Notably, object pointers within a Zone can be relied on to stay live and available after allocation for as long as the Zone is live. This allows easier definition of complex data structures without having to worry about reachability, reference counting, or clean teardown of individual elements.

How it Works

The Zone allocator works by requesting large segments of memory from the OS or a memory pool and then satisfying allocation requests by simply moving a pointer within the current segment.

Segments

A Zone maintains a linked list of Segments. When a Zone is created, it doesn't allocate any memory immediately. The first allocation triggers the allocation of a segment. Segments are requested via the AccountingAllocator.

Bump Pointer Allocation

Within a segment, allocation is extremely fast. It is a "bump pointer" allocation:

  1. Check if the requested size fits in the remaining space of the current segment.
  2. If it fits, return the current position and "bump" the position pointer forward by the requested size.
  3. If it doesn't fit, expand the zone by allocating a new segment.

Expansion Strategy

When the current segment is full, the Zone calls Expand to get a new segment.

  • The size of the new segment is typically double the size of the previous segment (high water mark strategy) to avoid excessive allocation overhead.
  • The size is bounded by a minimum (kMinimumSegmentSize, typically 8KB) and a maximum (kMaximumSegmentSize, typically 32KB).
  • New segments are prepended to the list of segments.

Key Classes

  • Zone: The main class representing the allocator. It provides Allocate, New, and AllocateArray methods.
  • ZoneSnapshot: Stores the current allocation state of a Zone (position in the current segment and the list of segments).
  • ZoneScope: A RAII-style class that takes a snapshot of a Zone on creation and restores the Zone to that state on destruction, effectively freeing all memory allocated during the scope.
  • ZoneObject: A base class for objects that should be allocated in a Zone. It deletes the delete operator to prevent accidental individual deallocation.
    • CRITICAL NOTE: Destructors of objects allocated in a Zone are never called when the Zone is discarded or reset. Objects allocated in a Zone must be robust against not being destructed (e.g., they must not own non-Zone resources like external heap memory, file handles, or standard containers like std::vector that manage their own memory).

Zone Containers

To facilitate the use of Zones, V8 provides a set of containers that are specialized to use Zone allocation:

  • ZoneVector<T>: A custom vector implementation giving precise control over its implementation and performance.
  • ZoneMap, ZoneSet, ZoneDeque, etc.: Wrappers around standard C++ containers specialized with a ZoneAllocator.

These containers ensure that their internal nodes and backing stores are allocated within the Zone.

Usage in the Codebase

The Zone allocator is used pervasively in the V8 compiler (src/compiler/).

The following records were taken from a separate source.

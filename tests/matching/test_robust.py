"""Robust ranking (issue 12): probabilities with standard errors, common random numbers, windows."""

from __future__ import annotations

import math

import numpy as np
import pytest

from motorlib.files.airframe_toml import load_airframe
from motorlib.files.curvefiles import load_curve_file
from motorlib.flight.dispersion import DispersionSettings, Uncertainty, fly_samples
from motorlib.matching.rank import MatchSettings
from motorlib.matching.robust import RobustSettings, robust_rank

from ..conftest import SAMPLE_DIR


@pytest.fixture(scope="module")
def quibble():
    return load_airframe(SAMPLE_DIR / "airframes" / "quibble-41.toml")


@pytest.fixture(scope="module")
def motors():
    return [load_curve_file(SAMPLE_DIR / f"bramblewick-propulsion_{name}.xml") for name in ("e25-7", "f29-8")]


def test_the_same_motor_twice_gets_the_same_flights(quibble, motors) -> None:
    # Common random numbers: sample j is the same draw for every candidate.
    result = robust_rank(quibble, [motors[0], motors[0]], MatchSettings(), Uncertainty(),
                         RobustSettings(n_samples=40, altitude_window_m=(250.0, 320.0)))
    a, b = result["candidates"]
    assert a["p_success"] == b["p_success"] and a["apogee_m"] == b["apogee_m"]
    assert a["p_difference_to_next_standard_error"] == 0.0


def test_probability_and_standard_error_follow_the_windows(quibble, motors) -> None:
    robust = RobustSettings(n_samples=60, altitude_window_m=(270.0, 320.0))
    result = robust_rank(quibble, motors, MatchSettings(), Uncertainty(), robust, ids=["e", "f"])
    by_id = {c["motor_id"]: c for c in result["candidates"]}
    flights = fly_samples(quibble, [motors[0]], [Uncertainty()], np.zeros(60, dtype=np.int64), np.arange(60),
                          DispersionSettings(n_samples=60), [7.0], descent=False)
    inside = (flights["apogee_m"] >= 270.0) & (flights["apogee_m"] <= 320.0)
    e = by_id["e"]
    assert e["failures"]["altitude window"] == pytest.approx(1.0 - inside.mean())
    assert e["p_success"] <= inside.mean()
    assert e["p_success_standard_error"] == pytest.approx(math.sqrt(e["p_success"] * (1 - e["p_success"]) / 60))
    assert by_id["f"]["p_success"] == 0.0  # F29 flies near 500 m, far above the window
    assert result["candidates"][0]["motor_id"] == "e"


def test_a_duration_window_flies_the_descent(quibble, motors) -> None:
    robust = RobustSettings(n_samples=20, duration_window_s=(1.0, 1000.0))
    result = robust_rank(quibble, motors[:1], MatchSettings(), Uncertainty(), robust)
    assert result["descent_flown"]
    assert result["candidates"][0]["flight_duration_s"]["p50"] > 30.0


@pytest.mark.parametrize("window", [(5.0, 5.0), (-1.0, 3.0)])
def test_bad_windows_are_refused(window) -> None:
    with pytest.raises(ValueError, match="altitude_window_m"):
        RobustSettings(altitude_window_m=window)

  • Compilation Phases: Many compiler phases create a local Zone for their duration and discard it afterwards.
  • Analysis Results: Objects like BytecodeAnalysis are allocated in a Zone and contain Zone-based containers like ZoneVector and ZoneMap to store analysis data.
  • AST: The parser allocates AST nodes in a Zone, which is then passed to the compiler and finally discarded.

Note: The Zone implementation is inherently not thread-safe.